= Alyce Dissette =

New York-based performing and visual arts producer

Alyce Dissette is a producer/manager/facilitator for performing, visual, film, and digital works.

==Career==
After moving to New York City, Dissette worked in the Presentations Department of the Metropolitan Opera.

In the late 1980s as executive director, then producer, of choreographer/director/writer David Gordon's Pick Up Performance Co., Dissette encouraged Gordon to branch out into working in theatre as well as in dance, beginning what was to become a decades-long "administrative duet", in Gordon's words. She was instrumental in the creation of one of Gordon's masterworks, United States, putting together a consortium of 27 arts institutions in 17 states to fund and collaborate on the piece, which took on distinctly different forms in every venue in which it was performed. Acknowledging her role in the creation of the project, Gordon referred to Dissette as the "tiger in [his] office". The United States project was seen by Peter Pennekamp of the Inter-Arts Program of the National Endowment for the Arts as a new model for financing new works and their tours, especially in dance. It provoked the Endowment to create a new funding category "Partnerships in Touring and Commissioning".

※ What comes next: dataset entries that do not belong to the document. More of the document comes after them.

from tests._documents import log_growth
from worker.document import parse_document
from worker.errors import InvalidDocument
from worker.solve import solve

BETA, R, GAMMA = 0.94, 0.03, 2.0
INCOME = np.array([0.7, 1.3])
CHAIN = np.array([[0.8, 0.2], [0.25, 0.75]])

HOUSEHOLD: dict[str, Any] = {
    "kind": "grid",
    "params": {"r": R, "gamma": GAMMA},
    "states": {"a": {"min": 0.0, "max": 12.0, "points": 120, "spacing": "power", "exponent": 2.0}},
    "shocks": {"y": {"markov": {"values": INCOME.tolist(), "matrix": CHAIN.tolist()}, "transform": "none"}},
    "choices": {"save": {"next_of": "a", "continuous": True}},
    "define": {"c": "(1 + r) * a + y - save"},
    "reward": "c**(1 - gamma) / (1 - gamma)",
    "feasible": ["c > 0"],
    "hints": {"concave": True, "monotone": True},
}
"""Invented: a household saving out of a two-state income."""


def _document(method: str = "endogenous_grid", model: dict[str, Any] = HOUSEHOLD, **report: Any) -> dict[str, Any]:
    return {"version": 1, "discount": BETA, "model": copy.deepcopy(model),
            "solver": {"method": method, "tolerance": 1e-9}, "report": report}


def _numpy_egm(grid: np.ndarray, rounds: int = 3000) -> np.ndarray:
    """Savings on ``grid`` (points, shocks) by a plain endogenous-grid iteration (Carroll 2006), linear reading."""
    policy = np.zeros((grid.size, INCOME.size))
    for _ in range(rounds):
        consumption = (1 + R) * grid[:, None] + INCOME[None, :] - policy
        expected = (consumption ** -GAMMA) @ CHAIN.T * (1 + R)
        today_c = (BETA * expected) ** (-1 / GAMMA)
        today_a = (today_c + grid[:, None] - INCOME[None, :]) / (1 + R)
        new = np.column_stack([np.interp(grid, today_a[:, z], grid, left=0.0, right=grid[-1])
                               for z in range(INCOME.size)])
        if np.abs(new - policy).max() < 1e-13:
            return new
        policy = new
    return policy


def test_the_value_agrees_with_howards_method_within_both_bounds() -> None:
    egm = solve(_document())
    howard = solve(_document("howard"))
    assert egm["status"] == howard["status"] == "converged"
    gap = np.abs(np.array(egm["value"]) - np.array(howard["value"])).max()
    assert gap <= egm["error_bound"] + howard["error_bound"]
    report = egm["diagnostics"]["continuous_choice"]["endogenous_grid"]
    assert report["rounds"] > 10 and report["last_change"] < 1e-8
    # The method's policy is close to the fitted problem's maximiser (their gap is reported).
    assert report["greedy_gap"] == pytest.approx(
        np.abs(np.array(egm["policy"]["save"]) - np.array(howard["policy"]["save"])).max(), abs=1e-6)
    assert report["greedy_gap"] < 0.05
    # A concave household: the method's checks of concavity (worker.continuous.egm_checks) raise no alarm.
    assert 0.0 < report["greedy_gap"] and not [w for w in egm["diagnostics"]["warnings"] if "endogenous_grid" in w]


def test_the_policy_agrees_with_a_plain_numpy_endogenous_grid_iteration(monkeypatch: pytest.MonkeyPatch) -> None:
    from worker.continuous import egm

    monkeypatch.setattr(egm, "KINK_STRENGTH", 2.0)
    plain = solve(_document())
    grid = np.array(plain["axes"]["a"])
    reference = _numpy_egm(grid)
    # Without the bends added, both iterate the same map on the same grid; fixq stops when no choice moves by
    # more than POLICY_TOLERANCE of the grid's width (1.2e-9 here), which at this rate of convergence leaves a
    # few times that to the fixed point.
    assert np.abs(np.array(plain["policy"]["save"]) - reference).max() < 1e-8
    monkeypatch.undo()
    # With them the fitted solution moves a little (the bends are read exactly), and its errors fall.
    bent = solve(_document(euler_errors=True))
    assert np.abs(np.array(bent["policy"]["save"]) - reference).max() < 2e-3
    monkeypatch.setattr(egm, "KINK_STRENGTH", 2.0)
    straight = solve(_document(euler_errors=True))
    assert bent["diagnostics"]["euler_errors"]["max_log10"] < straight["diagnostics"]["euler_errors"]["max_log10"]


def test_its_euler_errors_beat_the_linear_value_iteration() -> None:
    egm = solve(_document(euler_errors=True))["diagnostics"]["euler_errors"]
    linear = solve(_document("howard", euler_errors=True))["diagnostics"]["euler_errors"]
    assert egm["max_log10"] < linear["max_log10"] - 0.5
    assert egm["mean_log10"] < linear["mean_log10"] - 2


@pytest.mark.parametrize("change, phrase", [
    ({"choices": {"c": {"min": "0", "max": "(1 + r) * a + y", "continuous": True}}, "define": {},
      "next": {"a": "(1 + r) * a + y - c"}}, "next_of"),
    ({"reward": "c**(1 - gamma) / (1 - gamma) - 0.01 * save"}, "directly"),
    ({"reward": "c**(1 - gamma) / (1 - gamma) * (1 + 0.1 * a)"}, "today's state"),
])
def test_a_model_not_of_its_form_is_refused_naming_the_condition(change: dict[str, Any], phrase: str) -> None:
    model = {**copy.deepcopy(HOUSEHOLD), **change}
    with pytest.raises(InvalidDocument) as caught:
        solve(_document(model=model))
    assert caught.value.errors[0]["path"] == "solver.method"
    assert phrase in caught.value.errors[0]["message"]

In 1991, Dissette became the Executive Producer of the PBS national arts anthology TV series Alive from Off Center - which was later renamed Alive TV - based in Minneapolis, Minnesota with Twin Cities Public Television. In this role, she produced over 30 episodes pairing cutting-edge filmmakers and multidisciplinary artists to provide the program with "an aesthetic integrity and a visual coherence that it had never enjoyed before", according to The New Yorker. In an interview with the Los Angeles Times, Dissette described her mission at Alive from Off Center as being "to make performance art on television its own art form," and said that she sees herself as more of a collaborator than a boss. "[I]f there is going to be a mistake, I would rather it be with somebody who is talented," she said.

Notable films presented by the program under Dissette include "Praise House" (1991), Words in Your Face (1991), "Ambition" (1992), Punch and Judy Get Divorced (1992), and Seven Deadly Sins (1993).

Dissette was Director of "New Voices, New Visions", one of the first international digital artworks competitions; sponsored by Paul Allen, the CD-ROM publisher Voyager Company, and Wired magazinewith winning artist works presented by Lincoln Center for the Performing Arts.

In 2002, Dissette returned to the Pick Up Performance Co. to continue producing the work of David Gordon - as well as that of his son, writer/actor/director Ain Gordon - raising funds, coordinating logistics and providing marketing for nearly 50 productions at such venues as the Barbican Centre in London; the Brooklyn Academy of Music (BAM), The Kitchen and the Baryshnikov Arts Center in New York; the UCLA Center for the Art of Performance, the Krannert Center of the University of Illinois Urbana-Champaign, and other major universities and performing arts venues in the United States.

Dissette has served on the Board of Directors of Dance/USA, the Alliance of Resident Theatres/New York (ART/NY) and ODC in San Francisco. She has worked with artists such as filmmakers Charles Burnett, Julie Dash, and François Girard, visual artist James Turrell, author Art Spiegelman, and in the performing arts, choreographer Sir Richard Alston, dancer/producer Mikhail Baryshnikov, director and writer Karin Coonrod, composer Philip Glass, singer Nona Hendryx, performance artist John Kelly, dance companies Urban Bush Women, ODC San Francisco, and director Robert Wilson.

Beginning in 2014, Dissette initiated the transfer of David Gordon's extensive archives to the New York Public Library for the Performing Arts at Lincoln Center. Gordon did not want a "boring and tedious" archive, but desired a "living archive" which moved across different formats, so in addition to the papers, photographs and mementos documented by archivist Patsy Gay, which went into the library's permanent collection and online, Dissette worked with the Library to enable Gordon to create a series of performances called Live Archiveograpahy which were presented in the Library's Bruno Walter Auditorium, and later at The Kitchen and elsewhere. He also designed an exhibition for the Library called "David Gordon: Archiveography — Under Construction" which The New York Times called "a manic and magical installation [which is] like standing in the middle of a collage." The final part of the archive is a website, "Archiveography - Under Construction", written in large part by Gordon but compiled, formatted and edited by Dissette, Gay and Jan Schmidt, a former curator for the Library. With the death of David Gordon in 2022 she continues with the Pick Up Performance Co. to produce Ain Gordon's works.